By the time this is published, Rebecca Vander Veer ’10 may have had malaria… again, but she seems unperturbed by the possibility. She explains that she will be taking part in a second clinical trial for a malaria vaccine. She saw an ad for the first trial on the Metro and liked the idea of helping to prevent this disease that affects so many people. “My friends think I’m crazy, but the doctors I work with think it’s amazing.”
Rebecca, now a Pediatric Dietitian Specialist in the NICU at Children’s National Medical Center in Washington, D.C., didn’t always have an affinity for science. Freshman year, before coming to Randolph, she remembers telling her sister that she hated science. “I never thought I even liked science, much less loved it, but that completely changed when I came to Randolph and took Mrs. McMichens’ chemistry class.”

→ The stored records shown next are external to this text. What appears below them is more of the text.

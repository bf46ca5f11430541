package main

import (
	"context"
	"errors"
	"fmt"
	"io"
	"math"
	"strings"
	"unicode/utf8"

	"mixdepth/circuits"
	"mixdepth/moments"
	"mixdepth/runs"
	"mixdepth/sampling"
	"mixdepth/stats"
	"mixdepth/tables"

	"mixdepth/internal/inputfile"
)

func init() {
	register(command{name: "score", summary: "score a sample table with the linear and logarithmic cross-entropy benchmarks", run: runScore})
}

// scoreJSON is the --json document of score. Field names are an interface.
type scoreJSON struct {
	runs.Producer
	Table               string   `json:"table"`
	Circuits            string   `json:"circuits"`
	Qubits              int      `json:"qubits"`
	Shots               int      `json:"shots"`
	LinearXEB           *float64 `json:"linear_xeb"`
	LinearXEBStderr     *float64 `json:"linear_xeb_stderr"`
	LogXEB              *float64 `json:"log_xeb"`
	LogXEBStderr        *float64 `json:"log_xeb_stderr"`
	IdealXEB            *float64 `json:"ideal_xeb"`
	NormalizedXEB       *float64 `json:"normalized_xeb"`
	NormalizedXEBStderr *float64 `json:"normalized_xeb_stderr"`
	// The errors over instances (stats.ClusterBootstrap): every source of
	// variation; null with too few instances.
	LinearXEBStderrInstances     *float64 `json:"linear_xeb_stderr_instances"`
	NormalizedXEBStderrInstances *float64 `json:"normalized_xeb_stderr_instances"`
	NormalizedXEBLower           *float64 `json:"normalized_xeb_lower"`
	NormalizedXEBUpper           *float64 `json:"normalized_xeb_upper"`
	Confidence                   float64  `json:"confidence"`
	PorterThomasXEB              float64  `json:"porter_thomas_xeb"`
	// Parts and CollisionLimit are set for a chip in parts: the number of
	// parts and the product of their Haar values; porter_thomas_xeb is then
	// D·collision_limit − 1, the value the ideal XEB tends to.
	Parts          int                 `json:"parts,omitempty"`
	CollisionLimit *float64            `json:"collision_limit,omitempty"`
	Eps            float64             `json:"eps"`
	Spread         bool                `json:"spread"`
	Warnings       []string            `json:"warnings"`
	Instances      []scoreJSONInstance `json:"instance_scores"`
}

type scoreJSONInstance struct {
	Instance            int      `json:"instance"`
	Shots               int      `json:"shots"`
	LinearXEB           *float64 `json:"linear_xeb"`
	LinearXEBStderr     *float64 `json:"linear_xeb_stderr"`
	LogXEB              *float64 `json:"log_xeb"`
	LogXEBStderr        *float64 `json:"log_xeb_stderr"`
	IdealXEB            *float64 `json:"ideal_xeb"`
	NormalizedXEB       *float64 `json:"normalized_xeb"`
	NormalizedXEBStderr *float64 `json:"normalized_xeb_stderr"`
}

In addition to Chemistry, she liked Human Physiology. “When I got to Samford, I decided early on to major in nutrition and dietetics. I knew I wanted to help people through my career, and I felt that nutrition was a perfect combination of chemistry, human physiology, and helping to improve people’s lives.”
Prior to coming to Randolph in her sophomore year, she knew she loved the arts. She was involved in choir, band, and theater, and outside of school she took ballet, sang in operas, and played flute in her church orchestra. In 11th grade, she did her I-Search on how one becomes an opera singer and interviewed Ally Fees ’08, Colleen Beucher ’08, and her voice teacher Dr. Ginger Beazley, who had been Susanna Phillips ’99’s voice teacher.
She also loved Latin “because I love learning about language and the meaning of words. I was one of the seven kids in my class who took an extra linguistics class with Mr. Cobbs. We came back to school for his class even after we had graduated. Randolph gave me a platform to pursue activities that I loved – music, theater, and linguistics – while also preparing me academically for my career.”
After graduating from Samford, she completed a yearlong dietetic internship at the University of Virginia Health System, then passed the national exam to be a registered dietitian. She moved to D.C. to work at Children’s National soon after.
“I have my dream job,” she says. “Working with the tiniest and sickest of premature babies can be stressful, but it’s so rewarding when I see them grow up and soar out of the NICU.”
Photos: Rebecca at work and a cast photo from Theatre Randolph's 2010 production of The 25th Annual Putnam County Spelling Bee.